Has the Federal Reserve just sent the "signal" Wall Street was hoping for--a promise of lower rates to halt the decline and encourage a "buy the dips" strategy?
John Williams, head of the influential New York Fed, a self-described "dove" and voting member of the Federal Open Market Committee, has just stated that "the Fed could still cut interest rates 'in the short term' without jeopardizing its inflation target," directly contradicting four of his colleagues who recently cast doubt on a third monetary easing in December.
According to the CME FedWatch tool, expectations have just rebounded from a 35% to a 70% probability of a key rate cut in four weeks.
However, Wall Street is not getting carried away. The initial 0.5% gains on the Nasdaq and S&P 500 quickly evaporated, with indices weighed down by Nvidia, which is dropping another -2.7%. The Nasdaq-100 has even slipped back into negative territory, down -0.1%, accumulating a -3.6% loss for the week--on track for its worst week in seven months (since early April), an unprecedented reversal not seen since last April.
After starting the session with a drop of more than 1.2% (finding a floor around 7,880), the CAC attempted to reclaim the 8,000 mark, but gains failed to hold (-0.2% at present). Trading volumes reflect a lack of buyer conviction, with only EUR1.6 billion exchanged.
The EuroStoxx 50 is down -1% (-3.2% for the week), following Frankfurt, which is off -0.6%.
The CBOE's 'VIX' volatility index, regarded as the market's "fear gauge," which saw 36% intraday volatility on Thursday, remains tense this Friday, up +2% to around 27.
After more than six months of nearly continuous gains, volatility appears to be back in force on the markets and could well become the norm through the end of the year.
This renewed nervousness above all highlights investors' lack of confidence in the continuation of the Fed's rate-cutting cycle, which until now had seemed a foregone conclusion.

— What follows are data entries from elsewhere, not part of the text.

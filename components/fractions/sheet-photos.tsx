import Link from 'next/link';
import { findVisualiser } from '@/lib/evidence/tlc/visualisers';
import type { FractionSheet } from '@/lib/acceptance/fraction-sheet-schema';

type Plate = FractionSheet['plates'][number];

/** Rf of the fraction's spots under one photo, in words. */
function spotsUnder(plate: Plate, photoId: string): string {
  return plate.lanes
    .map((lane) => {
      const spots = lane.spots.filter((spot) => spot.photoId === photoId);
      const values = spots.map(
        (spot) => `${spot.rf.toFixed(2)} ± ${(2 * spot.rfUncertainty).toFixed(2)} (k = 2)`,
      );
      return `lane ${lane.label}: ${values.length > 0 ? `Rf ${values.join(', ')}` : 'no spot'}`;
    })
    .join('; ');
}

type SheetPhotosProps = {
  plates: Plate[];
  /** Off on a shared page, whose reader has no account. */
  linked?: boolean;
  /** Under which the small pictures are found; a shared page has its own. */
  pictureHref: (evidenceId: string) => string;
};

/** Plate photos with the fraction's lanes. */
export function SheetPhotos({ plates, linked = true, pictureHref }: SheetPhotosProps) {
  const photos = plates.flatMap((plate) => plate.photos.map((photo) => ({ plate, photo })));
  if (photos.length === 0)
    return <p className="text-ink-soft">No marked plate photo has a lane of this fraction yet.</p>;
  return (
    <ul className="grid grid-cols-1 gap-4 sm:grid-cols-2">
      {photos.map(({ plate, photo }) => {
        const name = findVisualiser(photo.visualiser)?.name ?? photo.visualiser;
        const picture = (
          // eslint-disable-next-line @next/next/no-img-element -- our own preview, of the right size already
          <img
            src={pictureHref(photo.evidenceId)}
            alt={`Plate under ${name}`}
            loading="lazy"
            className="h-48 w-full bg-paper-sunk object-contain"
          />
        );
        return (
          <li key={photo.id}>
            <figure className="overflow-hidden rounded border border-line bg-paper-raised">
              {linked ? <Link href={`/plates/${plate.id}`}>{picture}</Link> : picture}
              <figcaption className="px-3 py-2">
                <p className="font-bold">{name}</p>
                <p>{spotsUnder(plate, photo.id)}</p>
                <p className="text-sm text-ink-soft">
                  {plate.stationaryPhase}; {plate.eluent}
                </p>
                {photo.flags.map((flag) => (
                  <p key={flag} className="text-sm text-needs">
                    {flag}
                  </p>
                ))}
              </figcaption>
            </figure>
          </li>
        );
      })}
    </ul>
  );
}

Yesterday's U.S. jobs report, which far exceeded expectations, has led investors to reconsider the likelihood of another rate cut next month.
The morning in Europe was marked by the first results of S&P Global's monthly PMI surveys of European private sector purchasing managers.

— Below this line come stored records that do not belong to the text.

import { describe, expect, it } from 'vitest';
import { associationClassOfSmiles, associationFeaturesOf } from './associates';
import { emergentStemCorrectionC } from './emergent-stem';
import { readSmiles } from './smiles-graph';
import { barometricCorrectionC } from './sydney-young';

describe('barometric correction', () => {
  it('refuses pressures that are no barometer and numbers that are none', () => {
    for (const pressureMmHg of [50, 900, Number.NaN, -760]) {
      expect(() => barometricCorrectionC({ temperatureC: 80, pressureMmHg, associated: false })).toThrow(
        RangeError,
      );
    }
  });

  it('adds 0.85 °C to 80.1 °C at 740 mmHg (Sydney Young)', () => {
    expect(barometricCorrectionC({ temperatureC: 80.1, pressureMmHg: 740, associated: false })).toBeCloseTo(
      0.85,
      2,
    );
  });

  it('is smaller for a liquid that associates, and negative above 760 mmHg', () => {
    expect(barometricCorrectionC({ temperatureC: 80.1, pressureMmHg: 740, associated: true })).toBeCloseTo(
      0.707,
      2,
    );
    expect(barometricCorrectionC({ temperatureC: 80.1, pressureMmHg: 770, associated: false })).toBeLessThan(
      0,
    );
  });
});

describe('emergent stem correction', () => {
  it('refuses a negative thread and numbers that are none', () => {
    expect(() =>
      emergentStemCorrectionC({ emergentThreadC: -1, readingC: 150, stemTemperatureC: 40 }),
    ).toThrow(RangeError);
    expect(() =>
      emergentStemCorrectionC({ emergentThreadC: 60, readingC: Number.NaN, stemTemperatureC: 40 }),
    ).toThrow(RangeError);
  });

  it('adds 1.06 °C for a thread of 60 °C at 150 °C with the stem at 40 °C (mercury in glass, common practice)', () => {
    expect(emergentStemCorrectionC({ emergentThreadC: 60, readingC: 150, stemTemperatureC: 40 })).toBeCloseTo(
      1.056,
      6,
    );
  });
});

describe('does a liquid associate', () => {
  it.each(['', 'C(', 'C1CC', 'hello', 'C)', '[Xx', 'C='])('does not guess at %j', (smiles) => {
    expect(associationClassOfSmiles(smiles)).toBeUndefined();
  });

  // Structures as in PubChem's SMILES of these liquids; the classes are textbook chemistry.
  it.each([
    ['water', 'O', 'other'],
    ['ethanol', 'CCO', 'alcohol'],
    ['ethanol, written backwards', 'OCC', 'alcohol'],
    ['2-methoxyethanol', 'COCCO', 'alcohol'],
    ['glycerol', 'C(C(CO)O)O', 'alcohol'],
    ['benzyl alcohol', 'C1=CC=C(C=C1)CO', 'alcohol'],
    ['tert-butanol', 'CC(C)(C)O', 'alcohol'],
    ['geraniol', 'CC(C)=CCC/C(C)=C/CO', 'alcohol'],
    ['acetic acid', 'CC(=O)O', 'acid'],
    ['acetic acid, other order', 'CC(O)=O', 'acid'],
    ['formic acid', 'C(=O)O', 'acid'],
    ['phenol, Kekule', 'C1=CC=C(C=C1)O', 'other'],
    ['phenol, aromatic', 'Oc1ccccc1', 'other'],
    ['formamide', 'C(=O)N', 'other'],
    ['N-methylacetamide', 'CNC(C)=O', 'other'],
    ['ethyl acetate', 'CCOC(=O)C', null],
    ['acetic anhydride', 'CC(=O)OC(=O)C', null],
    ['N,N-dimethylformamide', 'CN(C)C=O', null],
    ['N-methyl-2-pyrrolidone', 'CN1CCCC1=O', null],
    ['nitrobenzene', 'C1=CC=C(C=C1)[N+](=O)[O-]', null],
    ['dimethyl sulfoxide', 'CS(=O)C', null],
    ['cyclohexanone', 'C1CCC(=O)CC1', null],
    ['aniline', 'C1=CC=C(C=C1)N', null],
    ['diethyl ether', 'CCOCC', null],
    ['methyl salicylate, bonded within itself', 'COC(=O)C1=CC=CC=C1O', null],
    ['salicylaldehyde, bonded within itself', 'C1=CC=C(C(=C1)C=O)O', null],
    ['chloroform', 'C(Cl)(Cl)Cl', null],
  ])('%s', (_name, smiles, expected) => {
    expect(associationClassOfSmiles(smiles)).toBe(expected);
  });

  it('counts hydrogens in brackets and reads stereo marks and two-digit rings', () => {
    expect(associationFeaturesOf('CC(=O)[NH]C')?.amideWithNH).toBe(true);
    expect(readSmiles('C[C@H](O)F')).toHaveLength(4);
    expect(readSmiles('C%12CC%12')?.every((atom) => atom.bonds.length === 2)).toBe(true);
  });
});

The flash HCOB composite PMI for overall activity in the eurozone came in at 52.4 in November, down slightly from October's 52.5, but still signaling robust private sector growth.
In France, the flash HCOB composite PMI for overall activity edged up from 47.7 in October to 49.9 this month, its highest level since August 2024, indicating near-stagnation in private sector activity in November.
The synthetic business climate indicator for France, calculated by Insee from business leaders' responses, gained one point to reach 98 in November, drawing closer to its long-term average (100).
With the return of uncertainty surrounding Fed policy, which is likely to keep investors on edge, it seems unlikely that equity markets will regain the calm that prevailed since the start of the year.
With earnings season over and the return of U.S. economic indicators after six weeks of 'shutdown', investors will now turn their attention to the American economy and the Federal Reserve, watching for any sign of a shift in economic conditions or monetary policy.
This promises further turbulence for stocks, and investors who had grown accustomed to snapping up bargains during rare bouts of market weakness--following the "buy the dips" mantra--may find themselves disappointed this time.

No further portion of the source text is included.